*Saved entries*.
################
/// States whose seal is right and whose shape is not, and a state of another case: refused, never a panic.
#[test]
fn a_state_that_does_not_fit_is_refused() {
    let (case, settings, (_folder, store)) = (wide_angle(), settings(8), store());
    let path = store.path(&case, &settings);
    let changed = |from: &str, to: &str| {
        let _ = fs::remove_file(&path);
        store.save(&case, &settings, &deepened(&case, settings, 2)).unwrap();
        reseal(&path, |body| {
            let (facts, states) = body.split_once("\"states\"").unwrap();
            assert!(states.contains(from), "no {from}");
            // A list that was empty needs no comma.
            let states = states.replacen(from, to, 1).replacen(",]", "]", 1);
            format!("{facts}\"states\"{states}")
        });
        Sampler::resume(&case, settings, found(&store, &case, &settings)).map(drop).unwrap_err()
    };
    for (from, to) in [
        ("\"blocks\":4,", "\"blocks\":2,"),
        ("\"blocks\":8,", "\"blocks\":18446744073709551615,"),
        ("\"sums\":{\"count\":2048.0", "\"sums\":{\"count\":1024.0"),
        ("\"z\":[", "\"z\":[0.5,"),
        ("\"ee\":[", "\"ee\":[0.5,"),
        ("\"basis\":[", "\"basis\":[0.5,"),
        ("\"centre\":[", "\"centre\":[0.5,"),
        ("\"circles\":[null,", "\"circles\":["),
        ("\"bands\":[", "\"bands\":[0.5,"),
        ("\"near_cut\":[", "\"near_cut\":[{\"z\":[],\"e\":[],\"deviation\":[]},"),
        ("\"covariance\":[[", "\"covariance\":[[0.5,"),
        ("\"cross_covariance\":[", "\"cross_covariance\":[[0.5,0.5],"),
        ("\"mean\":[", "\"mean\":[0.5,"),
    ] {
        let error = changed(from, to);
        assert!(matches!(error, ResumeError::Misfit(_)), "{from}: {error}");
    }
    for other in [product(), many_dimensions()] {
        let state = deepened(&other, settings, 1);
        assert!(matches!(Sampler::resume(&case, settings, state), Err(ResumeError::Misfit(_))));
    }
    let few = SamplerSettings { replicates: 4, ..settings };
    let state = deepened(&case, settings, 1);
    assert!(matches!(Sampler::resume(&case, few, state.clone()), Err(ResumeError::Misfit(_))));
    let none = SamplerSettings { replicates: 1, ..settings };
    assert!(matches!(Sampler::resume(&case, none, state), Err(ResumeError::Sampler(_))));
}

#[test]
fn a_state_without_numbers_is_not_stored() {
    let case = case(json!({"case": "over", "sensor": {"kind": "quadratic", "A": [[[1e200]]]},
        "prior": {"mean": [0], "covariance": [[1e10]]}}));
    let (settings, (_folder, store)) = (settings(1), store());
    let state = deepened(&case, settings, 1);
    assert!(!state.is_finite());
    assert_eq!(store.save(&case, &settings, &state).unwrap(), Saved::NotFinite);
    assert_eq!(store.load(&case, &settings), Loaded::Missing);
    assert!(Sampler::resume(&case, settings, state).is_err());
}

/// Stops a survey at a look at its one case.
struct StopAt(usize, AtomicUsize);

impl Watch for StopAt {
    fn case_done(&self, _points: u64) {}

    fn stop(&self) -> bool {
        self.1.fetch_add(1, Ordering::SeqCst) >= self.0
    }
}

#[test]
fn a_case_that_is_stopped_between_doublings_keeps_what_it_has() {
    let text = "precision = 1e-9\ncap = 1_000_000\n[sensor]\nkind = \"range-bearing\"\nstation = [0, 0]\n[prior]\n\
        mean = [3, 1]\nsd = [1, 2]\n[noise]\nsd = [0.1, \"1 deg\"]\n";
    let suite = Suite::from_text("stopped", "stopped.toml", text, None).unwrap();
    let plan = |store| SurveyPlan::new(&suite, &SurveySettings { store, ..Default::default() }).unwrap();
    let never = || StopAt(usize::MAX, AtomicUsize::new(0));
    let answer = |plan: &SurveyPlan| format!("{:?}", survey(&suite, plan, false, &never()).cases);
    let alone = answer(&plan(None));
    let (_folder, store) = store();
    let kept = plan(Some(store.clone()));
    for looks in 0..4 {
        let stopped = survey(&suite, &kept, false, &StopAt(looks, AtomicUsize::new(0)));
        assert!(!stopped.is_complete() && stopped.cases.is_empty());
        let stored = store.load(&suite.cases[0], &kept.sampler);
        let points = if let Loaded::Found(state) = stored { state.points() } else { 0 };
        assert_eq!(points, if looks == 0 { 0 } else { (32 * 1024) << (looks - 1) }, "{looks} looks");
    }
    assert_eq!(answer(&kept), alone);
    assert_eq!(answer(&kept), alone);
}

/// Saves a share of the replicates, `times` doublings deep, from what the store has of it.
fn save_share(store: &Store, case: &Case, settings: SamplerSettings, share: Shard, times: usize) {
    let mut sampler = match store.load_share(case, &settings, share) {
        Loaded::Found(state) => ShareSampler::resume(case, settings, share, *state).unwrap(),
        _ => ShareSampler::new(case, settings, share).unwrap(),
    };
    for _ in 0..times {
        assert!(sampler.deepen());
    }
    assert_eq!(store.save_share(case, &settings, share, &sampler.state()).unwrap(), Saved::Written);
}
################
Using the entries above, return each line that includes the word "answer".

    let answer = |plan: &SurveyPlan| format!("{:?}", survey(&suite, plan, false, &never()).cases);
    let alone = answer(&plan(None));
    assert_eq!(answer(&kept), alone);
    assert_eq!(answer(&kept), alone);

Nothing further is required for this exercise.